He looks like a promise only fools
could dream unfurled,
the banners of glory
gesticulating
in the wind over his head,
stripped like ghosts,
skulls stove in, lips flapping,
their open mouths mute.
    'Oh harken to me,' cries he
atop his imagined summit,
'and I shall speak – of riches
and rewards, of my greatness,
my face once young like these
I see before me – harken!'
    While here I sit at the Tapu's
table, grease-fingered
with skewered meat, cracked goblet
pearled in the hot sun, the wine
watered to make, in the
alliance of thin and thick,
both passing palatable.
As near as an arm's reach
from this rabbler, this
ravelling trumpeter who once
might have stood shield-locked
at my side, red-hued, masked
drunk, coarse with fear, in
the moment before he broke—
broke and ran—
and now he would call a new
generation to war, to battle-clamour,
and why? Well, why – all
because he once ran, but listen:
a soldier who ran once
ever runs, and this,
honoured magistrate,
is the reason—
the sole reason I say—
for my knife finding his back.
He was a soldier
whose words heaved me
awake.
    'Bedura's Defence' in The Slaying of King Qualin Tros of Bellid
transcribed as song by Fisher, Malaz City, last year of
Laseen's Reign
     
    W ithin an aura redolent and reminiscent of a
crypt, Noto Boil, company cutter, Kartoolian by
birth and once priest of Soliel, long, wispy,
colourless hair plucked like strands of web by the wind, his
skin the hue of tanned goat leather, stood like a bent
sapling and picked at his green-furred teeth with a fish spine.
It had been a habit of his for so long that he had worn round
holes between each tooth, and the gums had receded far back,
making his smile skeletal.
    He had smiled but once thus far, by way of greeting, and
for Ganoes Paran, that had been once too many.
    At the moment, the healer seemed at best pensive, at
worst distracted by boredom. 'I cannot say for certain,
Captain Kindly,' the man finally said.
    'About what?'
    A flicker of the eyes, grey floating in yellow murk. 'Well,
you had a question for me, did you not?'
    'No,' Paran replied, 'I had for you an order.'
    'Yes, of course, that is what I meant.'
    'I commanded you to step aside.'
    'The High Fist is very ill, Captain. It will avail you
nothing to disturb his dying. More pointedly, you might
well become infected with the dread contagion.'
    'No, I won't. And it is his dying that I intend to do something
about. For now, however, I wish to see him. That is all.'
    'Captain Sweetcreek has—'
    'Captain Sweetcreek is no longer in command, cutter. I
am. Now get out of my way before I reassign you to irrigating
horse bowels, and given the poor quality of the feed
they have been provided of late ...'
    Noto Boil examined the fish spine in his hand. 'I will
make note of this in my company log, Captain Kindly. As
the Host's ranking healer, there is some question regarding
chain of command at the moment.

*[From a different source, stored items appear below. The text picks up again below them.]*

function readHops(ingredients: Node, boilSteps: Node[], draft: Draft, origins: Origins) {
  const byWeight = ingredients.list('hop_additions').filter((h) => {
    const amount = h.measured('amount');
    if (!amount || isMassUnit(amount.unit)) return true;
    // Hop oils and liquid extracts are measured by volume; they add aroma, and we count hops by weight.
    draft.dropped.push(
      `${h.path}: measured by volume (${plain(amount.value, 3)} ${amount.unit}); hops are counted by weight`,
    );
    draft.kept.push(`${String(h.data.name)}: ${plain(amount.value, 3)} ${amount.unit}`);
    return false;
  });
  return byWeight.map((h, index) => {
    origins.set(`hops.${index}`, h);
    const name = String(h.data.name).slice(0, 80);
    const amountG = tidy(amountKg(h, 'the hop amount') * 1000);
    const alphaPct = toPercent(h.measured('alpha_acid')!, h.at('alpha_acid'));
    const form = readHopForm(h.str('form'), h.path, draft);
    const timing = h.child('timing')!;
    const useText = timing.str('use');
    const duration = timing.measured('duration');
    const time = timing.measured('time');
    const minutes = (m: Measured | undefined, key: string) => (m ? toMinutes(m, timing.at(key)) : undefined);
    let use: HopUse;
    let tempC: number | undefined;
    let timeMin: number | undefined;
    if (useText === 'add_to_mash') {
      use = 'mash';
      timeMin = minutes(duration, 'duration') ?? minutes(time, 'time');
    } else if (useText === 'add_to_fermentation' || useText === 'add_to_package') {
      use = 'dry_hop';
      timeMin = minutes(duration, 'duration');
      if (time)
        draft.kept.push(`${name}: dry hop added ${plain(minutes(time, 'time')! / 1440, 2)} days into fermentation`);
      if (useText === 'add_to_package') draft.guessed.push(`${h.path}: a hop added at packaging, counted as a dry hop`);
    } else {
      const step = typeof timing.data.step === 'number' ? boilSteps[(timing.data.step as number) - 1] : undefined;
      const kind = boilStepKind(step);
      use = kind.use;
      tempC = kind.tempC;
      timeMin = minutes(duration, 'duration');
      if (timeMin === undefined && time) {
        timeMin = minutes(time, 'time');
        draft.guessed.push(`${h.path}: timing gives only "time"; read it as ${timeMin} minutes of contact`);
      }
      if (!useText) draft.guessed.push(`${h.path}: timing names no use; counted as a boil addition`);
    }
    if (timeMin === undefined) {
      timeMin = 0;
      draft.guessed.push(`${h.path}: timing gives no duration; used 0 min`);
    }
    if (use === 'whirlpool' && tempC === undefined)
      draft.guessed.push(`${h.path}: hop stand temperature not given; counted at 80 °C`);
    return {
      name,
      amountG,
      alphaPct,
      use,
      timeMin: tidy(timeMin),
      form,
      ...(tempC === undefined ? {} : { tempC: tidy(tempC) }),
    };
  });
}

function readHopForm(form: string | undefined, path: string, draft: Draft): HopForm {
  if (form === undefined || form === 'pellet') return 'pellet';
  if (form === 'leaf' || form === 'leaf (wet)' || form === 'plug') {
    if (form !== 'leaf') draft.guessed.push(`${path}: "${form}" hops counted as leaf`);
    return 'leaf';
  }
  draft.guessed.push(`${path}: "${form}" hops counted as pellet`);
  return 'pellet';
}

const CULTURE_KINDS: Record<string, YeastKind> = {
  ale: 'ale',
  lager: 'lager',
  kveik: 'kveik',
  brett: 'wild',
  lacto: 'wild',
  pedio: 'wild',
  bacteria: 'wild',
  spontaneous: 'wild',
  'mixed-culture': 'wild',
  wine: 'other',
  champagne: 'other',
  malolactic: 'other',
  other: 'other',
};

function readCultures(ingredients: Node, library: Library, draft: Draft, origins: Origins) {
  const cultures = ingredients.list('culture_additions');
  if (cultures.length === 0) return defaultYeast(draft);
  return cultures.map((c, index) => {
    origins.set(`yeasts.${index}`, c);
    const name = String(c.data.name).slice(0, 80);
    let kind = CULTURE_KINDS[String(c.data.type)] ?? 'other';
    // The n-th addition of a name is described by the n-th library entry of that name (else the first).
    const occurrence = cultures.slice(0, index).filter((other) => other.data.name === c.data.name).length;
    const namesakes = library.cultures.filter((entry) => entry.name === c.data.name);
    const info = namesakes[occurrence] ?? namesakes[0];
    const infoNode = info ? new Node(info, `beerjson.cultures (${name})`) : undefined;
    // BeerJSON has no wheat-beer type; such yeasts travel as ale, known by what they are best for or by name.
    if (kind === 'ale' && infoNode?.str('best_for') === WHEAT_YEAST_BEST_FOR) kind = 'wheat';
    else if (kind === 'ale' && /wheat|weizen|weiss/i.test(name)) {
      kind = 'wheat';
      draft.guessed.push(`${name}: read as a wheat-beer yeast from its name`);
    }
    const attenuation = c.measured('attenuation');
    let attenuationPct: number;
    // An attenuation of 0 is how some programs write "not known": no yeast leaves the wort untouched.
    if (attenuation && attenuation.value > 0) attenuationPct = toPercent(attenuation, c.at('attenuation'));
    else {
      const range = infoNode?.child('attenuation_range');
      if (range) {
        attenuationPct = round(
          (toPercent(range.measured('minimum')!, range.at('minimum')) +
            toPercent(range.measured('maximum')!, range.at('maximum'))) /
            2,
          1,
        );
        draft.guessed.push(`${name}: attenuation taken as the middle of its range, ${attenuationPct}%`);
      } else {
        attenuationPct = DEFAULT_ATTENUATION_PCT[kind];
        draft.guessed.push(`${name}: the file gives no attenuation; used ${attenuationPct}%`);
      }
    }
    const range = c.child('temperature_range') ?? infoNode?.child('temperature_range');
    const tempMinC = range
      ? tidy(toCelsius(range.measured('minimum', { allowNegative: true })!, range.at('minimum')))
      : undefined;
    const tempMaxC = range
      ? tidy(toCelsius(range.measured('maximum', { allowNegative: true })!, range.at('maximum')))
      : undefined;
    const producer = [c.str('producer'), c.str('product_id')].filter(Boolean).join(' ');
    if (producer) draft.kept.push(`Culture ${name}: ${producer}`);
    return {
      name,
      kind,
      attenuationPct,
      ...(tempMinC === undefined ? {} : { tempMinC }),
      ...(tempMaxC === undefined ? {} : { tempMaxC }),
    };
  });
}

After all, under normal
circumstances I far outrank captains—'
    'These are not normal circumstances. I'm losing my
patience here.'
    An expression of mild distaste. 'Yes, I have first-hand
knowledge of what happens when you lose patience, no
matter how unjust the situation. It fell to me, I remind you,
to heal Captain Sweetcreek's fractured cheekbone.' The
man stepped to one side of the entrance. 'Please, Captain,
be welcome within.'
    Sighing, Paran strode past the cutter, pulled aside the
flap and entered the tent.
    Gloom, the air hot and thick with heavy incense that
could only just mask the foul reek of sickness. In this first
chamber were four cots, each occupied by a company
commander, only two of whom were familiar to Paran. All
slept or were unconscious, limbs twisted in their sweatstained
blankets, necks swollen by infection, each drawn
breath a thin wheeze like some ghastly chorus. Shaken, the
captain moved past them and entered the tent's back
chamber, where there was but one occupant.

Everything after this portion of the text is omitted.